======== Input records ========

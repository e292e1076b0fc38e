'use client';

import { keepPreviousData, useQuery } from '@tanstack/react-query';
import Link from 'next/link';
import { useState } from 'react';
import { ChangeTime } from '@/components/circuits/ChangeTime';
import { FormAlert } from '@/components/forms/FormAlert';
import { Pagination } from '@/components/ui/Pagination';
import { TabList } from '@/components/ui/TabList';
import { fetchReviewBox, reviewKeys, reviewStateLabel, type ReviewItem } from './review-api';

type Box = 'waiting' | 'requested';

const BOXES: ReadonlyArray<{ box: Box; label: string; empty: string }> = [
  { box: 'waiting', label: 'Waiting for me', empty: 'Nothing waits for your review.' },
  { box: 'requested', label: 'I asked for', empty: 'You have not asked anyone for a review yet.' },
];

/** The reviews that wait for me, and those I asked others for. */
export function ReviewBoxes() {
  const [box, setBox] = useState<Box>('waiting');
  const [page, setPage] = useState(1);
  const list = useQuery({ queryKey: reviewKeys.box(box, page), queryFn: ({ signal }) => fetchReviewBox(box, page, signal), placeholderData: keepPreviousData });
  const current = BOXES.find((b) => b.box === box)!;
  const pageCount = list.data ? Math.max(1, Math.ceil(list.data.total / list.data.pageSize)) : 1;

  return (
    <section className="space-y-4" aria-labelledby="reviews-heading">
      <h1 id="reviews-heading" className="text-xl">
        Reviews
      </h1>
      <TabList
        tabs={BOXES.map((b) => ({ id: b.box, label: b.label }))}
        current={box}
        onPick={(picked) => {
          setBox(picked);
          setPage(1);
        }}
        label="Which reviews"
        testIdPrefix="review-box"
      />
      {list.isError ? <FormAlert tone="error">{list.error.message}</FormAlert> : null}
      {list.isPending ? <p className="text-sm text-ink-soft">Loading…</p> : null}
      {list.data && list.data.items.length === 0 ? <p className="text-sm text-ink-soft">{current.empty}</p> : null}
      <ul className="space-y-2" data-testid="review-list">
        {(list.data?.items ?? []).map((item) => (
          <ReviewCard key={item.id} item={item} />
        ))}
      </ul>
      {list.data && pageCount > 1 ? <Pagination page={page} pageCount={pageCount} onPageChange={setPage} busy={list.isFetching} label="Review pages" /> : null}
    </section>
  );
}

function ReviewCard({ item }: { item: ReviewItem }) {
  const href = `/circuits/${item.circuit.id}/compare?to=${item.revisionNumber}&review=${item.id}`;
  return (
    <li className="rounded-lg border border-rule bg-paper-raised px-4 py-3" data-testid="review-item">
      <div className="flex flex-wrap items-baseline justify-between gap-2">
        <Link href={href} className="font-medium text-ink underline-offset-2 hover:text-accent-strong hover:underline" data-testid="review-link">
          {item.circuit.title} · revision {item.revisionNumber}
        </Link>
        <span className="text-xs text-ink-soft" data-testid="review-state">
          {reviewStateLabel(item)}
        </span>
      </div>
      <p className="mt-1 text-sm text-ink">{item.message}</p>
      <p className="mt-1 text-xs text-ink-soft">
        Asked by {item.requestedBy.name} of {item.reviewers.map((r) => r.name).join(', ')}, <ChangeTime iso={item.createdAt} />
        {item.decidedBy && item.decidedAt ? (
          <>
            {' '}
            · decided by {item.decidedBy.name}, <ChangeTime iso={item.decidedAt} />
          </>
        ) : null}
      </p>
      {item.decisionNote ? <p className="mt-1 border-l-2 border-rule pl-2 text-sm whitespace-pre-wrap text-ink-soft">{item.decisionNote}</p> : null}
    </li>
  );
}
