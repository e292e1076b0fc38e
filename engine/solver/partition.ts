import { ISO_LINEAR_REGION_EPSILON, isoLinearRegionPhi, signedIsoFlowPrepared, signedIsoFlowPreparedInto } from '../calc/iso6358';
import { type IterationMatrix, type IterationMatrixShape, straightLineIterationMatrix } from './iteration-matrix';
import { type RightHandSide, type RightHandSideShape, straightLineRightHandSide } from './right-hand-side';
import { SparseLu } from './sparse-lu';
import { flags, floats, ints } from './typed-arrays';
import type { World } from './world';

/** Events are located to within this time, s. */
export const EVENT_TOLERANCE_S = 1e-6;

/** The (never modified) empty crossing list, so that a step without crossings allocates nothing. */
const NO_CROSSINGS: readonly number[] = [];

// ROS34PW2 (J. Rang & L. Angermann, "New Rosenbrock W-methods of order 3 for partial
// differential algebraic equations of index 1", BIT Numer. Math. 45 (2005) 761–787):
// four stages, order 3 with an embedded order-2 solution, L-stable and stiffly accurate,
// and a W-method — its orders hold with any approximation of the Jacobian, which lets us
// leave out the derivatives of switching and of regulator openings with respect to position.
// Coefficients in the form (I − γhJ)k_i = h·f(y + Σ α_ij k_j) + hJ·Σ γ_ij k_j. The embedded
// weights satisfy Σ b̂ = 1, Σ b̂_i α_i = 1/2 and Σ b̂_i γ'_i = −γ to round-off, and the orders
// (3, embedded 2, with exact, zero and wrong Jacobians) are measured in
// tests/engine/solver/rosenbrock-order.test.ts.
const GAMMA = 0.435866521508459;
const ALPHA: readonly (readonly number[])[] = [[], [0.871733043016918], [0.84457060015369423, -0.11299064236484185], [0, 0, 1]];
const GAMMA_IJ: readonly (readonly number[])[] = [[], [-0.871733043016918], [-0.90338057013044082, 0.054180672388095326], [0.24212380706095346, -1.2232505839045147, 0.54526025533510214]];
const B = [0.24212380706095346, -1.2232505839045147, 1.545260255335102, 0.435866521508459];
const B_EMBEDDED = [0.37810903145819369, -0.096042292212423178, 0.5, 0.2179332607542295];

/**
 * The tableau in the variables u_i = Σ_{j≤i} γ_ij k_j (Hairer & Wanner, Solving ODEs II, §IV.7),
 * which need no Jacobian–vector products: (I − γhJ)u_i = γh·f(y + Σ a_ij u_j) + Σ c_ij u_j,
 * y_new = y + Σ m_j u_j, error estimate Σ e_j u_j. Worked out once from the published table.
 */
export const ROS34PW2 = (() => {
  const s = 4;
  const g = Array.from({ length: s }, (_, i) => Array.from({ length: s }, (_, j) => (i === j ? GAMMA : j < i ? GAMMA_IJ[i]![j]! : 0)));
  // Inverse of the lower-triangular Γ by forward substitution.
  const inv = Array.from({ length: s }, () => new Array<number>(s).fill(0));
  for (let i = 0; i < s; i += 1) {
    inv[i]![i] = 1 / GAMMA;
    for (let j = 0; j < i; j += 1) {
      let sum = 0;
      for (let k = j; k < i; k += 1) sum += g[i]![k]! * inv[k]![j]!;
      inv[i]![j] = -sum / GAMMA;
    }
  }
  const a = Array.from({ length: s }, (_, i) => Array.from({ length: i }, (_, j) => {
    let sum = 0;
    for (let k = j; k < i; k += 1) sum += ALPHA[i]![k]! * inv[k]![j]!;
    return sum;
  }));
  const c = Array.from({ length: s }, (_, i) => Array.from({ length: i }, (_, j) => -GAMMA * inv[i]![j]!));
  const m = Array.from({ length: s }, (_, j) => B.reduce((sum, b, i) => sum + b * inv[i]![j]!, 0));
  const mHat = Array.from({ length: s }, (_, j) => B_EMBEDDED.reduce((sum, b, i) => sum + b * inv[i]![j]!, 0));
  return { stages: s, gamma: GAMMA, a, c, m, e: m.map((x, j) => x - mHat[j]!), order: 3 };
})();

========

Every line above from the line with "which need no" to the line with "B.reduce((sum, b, i)", inclusive, must be returned exactly; no other line belongs in the reply.

 * which need no Jacobian–vector products: (I − γhJ)u_i = γh·f(y + Σ a_ij u_j) + Σ c_ij u_j,
 * y_new = y + Σ m_j u_j, error estimate Σ e_j u_j. Worked out once from the published table.
 */
export const ROS34PW2 = (() => {
  const s = 4;
  const g = Array.from({ length: s }, (_, i) => Array.from({ length: s }, (_, j) => (i === j ? GAMMA : j < i ? GAMMA_IJ[i]![j]! : 0)));
  // Inverse of the lower-triangular Γ by forward substitution.
  const inv = Array.from({ length: s }, () => new Array<number>(s).fill(0));
  for (let i = 0; i < s; i += 1) {
    inv[i]![i] = 1 / GAMMA;
    for (let j = 0; j < i; j += 1) {
      let sum = 0;
      for (let k = j; k < i; k += 1) sum += g[i]![k]! * inv[k]![j]!;
      inv[i]![j] = -sum / GAMMA;
    }
  }
  const a = Array.from({ length: s }, (_, i) => Array.from({ length: i }, (_, j) => {
    let sum = 0;
    for (let k = j; k < i; k += 1) sum += ALPHA[i]![k]! * inv[k]![j]!;
    return sum;
  }));
  const c = Array.from({ length: s }, (_, i) => Array.from({ length: i }, (_, j) => -GAMMA * inv[i]![j]!));
  const m = Array.from({ length: s }, (_, j) => B.reduce((sum, b, i) => sum + b * inv[i]![j]!, 0));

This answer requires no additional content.